§ THE TASK
The lines to copy are those in the records below that hold the word "createTimeScales".

§ DATASET RECORDS

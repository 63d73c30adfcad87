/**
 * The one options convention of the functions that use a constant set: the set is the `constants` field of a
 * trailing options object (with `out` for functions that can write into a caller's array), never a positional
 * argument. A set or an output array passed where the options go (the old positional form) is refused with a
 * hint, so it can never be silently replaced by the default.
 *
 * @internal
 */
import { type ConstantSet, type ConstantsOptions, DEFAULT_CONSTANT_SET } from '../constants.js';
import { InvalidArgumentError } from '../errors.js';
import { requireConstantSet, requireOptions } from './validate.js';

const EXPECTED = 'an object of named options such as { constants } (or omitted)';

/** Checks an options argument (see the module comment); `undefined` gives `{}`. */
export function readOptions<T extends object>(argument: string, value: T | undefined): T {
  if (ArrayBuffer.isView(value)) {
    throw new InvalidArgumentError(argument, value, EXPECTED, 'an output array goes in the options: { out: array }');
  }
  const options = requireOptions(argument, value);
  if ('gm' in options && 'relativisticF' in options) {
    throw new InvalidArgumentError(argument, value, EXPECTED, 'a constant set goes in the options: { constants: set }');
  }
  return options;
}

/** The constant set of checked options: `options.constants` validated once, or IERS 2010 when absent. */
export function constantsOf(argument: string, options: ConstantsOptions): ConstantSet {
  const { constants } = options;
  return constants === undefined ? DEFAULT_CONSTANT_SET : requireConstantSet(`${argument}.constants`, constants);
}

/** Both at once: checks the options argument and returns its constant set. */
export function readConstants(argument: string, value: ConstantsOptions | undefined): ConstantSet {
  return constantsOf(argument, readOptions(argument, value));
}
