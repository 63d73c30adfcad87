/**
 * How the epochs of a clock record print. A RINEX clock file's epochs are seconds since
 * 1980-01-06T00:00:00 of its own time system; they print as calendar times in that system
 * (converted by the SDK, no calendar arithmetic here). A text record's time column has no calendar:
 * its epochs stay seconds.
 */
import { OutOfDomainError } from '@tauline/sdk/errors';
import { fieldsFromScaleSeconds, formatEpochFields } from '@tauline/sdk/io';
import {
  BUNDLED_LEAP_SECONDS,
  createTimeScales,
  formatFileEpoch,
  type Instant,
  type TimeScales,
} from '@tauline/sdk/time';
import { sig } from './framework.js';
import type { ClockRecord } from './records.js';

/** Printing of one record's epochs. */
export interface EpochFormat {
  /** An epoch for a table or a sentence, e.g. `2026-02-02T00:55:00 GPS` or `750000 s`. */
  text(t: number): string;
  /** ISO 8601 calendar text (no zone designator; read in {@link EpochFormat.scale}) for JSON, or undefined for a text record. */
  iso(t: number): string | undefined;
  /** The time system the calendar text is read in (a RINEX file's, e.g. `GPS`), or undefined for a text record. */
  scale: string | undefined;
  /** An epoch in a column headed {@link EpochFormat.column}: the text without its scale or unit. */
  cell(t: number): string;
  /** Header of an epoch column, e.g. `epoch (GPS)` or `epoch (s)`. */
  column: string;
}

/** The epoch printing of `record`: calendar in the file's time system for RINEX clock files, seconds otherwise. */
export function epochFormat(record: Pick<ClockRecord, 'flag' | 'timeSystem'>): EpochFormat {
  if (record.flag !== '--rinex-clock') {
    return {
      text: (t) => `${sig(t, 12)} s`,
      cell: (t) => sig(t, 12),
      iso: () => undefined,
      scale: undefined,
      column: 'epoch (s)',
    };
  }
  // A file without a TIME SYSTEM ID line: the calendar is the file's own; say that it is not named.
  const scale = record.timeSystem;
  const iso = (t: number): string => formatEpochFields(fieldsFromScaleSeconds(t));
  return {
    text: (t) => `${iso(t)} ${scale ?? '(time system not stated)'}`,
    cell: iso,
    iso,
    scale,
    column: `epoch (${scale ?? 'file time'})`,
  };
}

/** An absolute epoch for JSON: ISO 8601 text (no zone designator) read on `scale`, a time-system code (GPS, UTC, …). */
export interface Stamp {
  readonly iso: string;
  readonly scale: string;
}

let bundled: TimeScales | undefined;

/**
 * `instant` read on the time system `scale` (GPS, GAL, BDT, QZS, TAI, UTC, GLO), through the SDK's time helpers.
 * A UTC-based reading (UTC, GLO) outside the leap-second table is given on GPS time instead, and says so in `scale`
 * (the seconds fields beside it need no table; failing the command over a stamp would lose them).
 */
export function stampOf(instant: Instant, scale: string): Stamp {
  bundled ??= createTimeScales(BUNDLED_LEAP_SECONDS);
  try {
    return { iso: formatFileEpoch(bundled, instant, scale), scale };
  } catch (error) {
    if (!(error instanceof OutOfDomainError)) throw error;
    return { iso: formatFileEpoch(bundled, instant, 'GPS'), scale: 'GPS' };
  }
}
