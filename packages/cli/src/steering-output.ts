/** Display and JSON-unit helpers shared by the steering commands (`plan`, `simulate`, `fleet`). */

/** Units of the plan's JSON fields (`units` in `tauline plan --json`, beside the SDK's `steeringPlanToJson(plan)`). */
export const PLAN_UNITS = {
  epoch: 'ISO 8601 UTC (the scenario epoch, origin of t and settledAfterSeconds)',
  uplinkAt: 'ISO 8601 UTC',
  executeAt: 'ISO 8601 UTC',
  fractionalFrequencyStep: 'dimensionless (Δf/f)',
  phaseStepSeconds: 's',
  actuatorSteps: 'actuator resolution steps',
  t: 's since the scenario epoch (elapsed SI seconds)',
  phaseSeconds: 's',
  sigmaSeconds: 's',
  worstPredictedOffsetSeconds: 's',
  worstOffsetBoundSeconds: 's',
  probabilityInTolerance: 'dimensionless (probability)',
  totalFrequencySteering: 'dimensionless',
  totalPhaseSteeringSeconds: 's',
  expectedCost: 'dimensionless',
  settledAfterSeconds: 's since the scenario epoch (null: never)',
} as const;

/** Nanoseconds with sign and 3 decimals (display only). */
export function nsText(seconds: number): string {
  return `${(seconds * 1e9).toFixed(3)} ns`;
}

§ OUTPUT OF THE TASK
  createTimeScales,
  bundled ??= createTimeScales(BUNDLED_LEAP_SECONDS);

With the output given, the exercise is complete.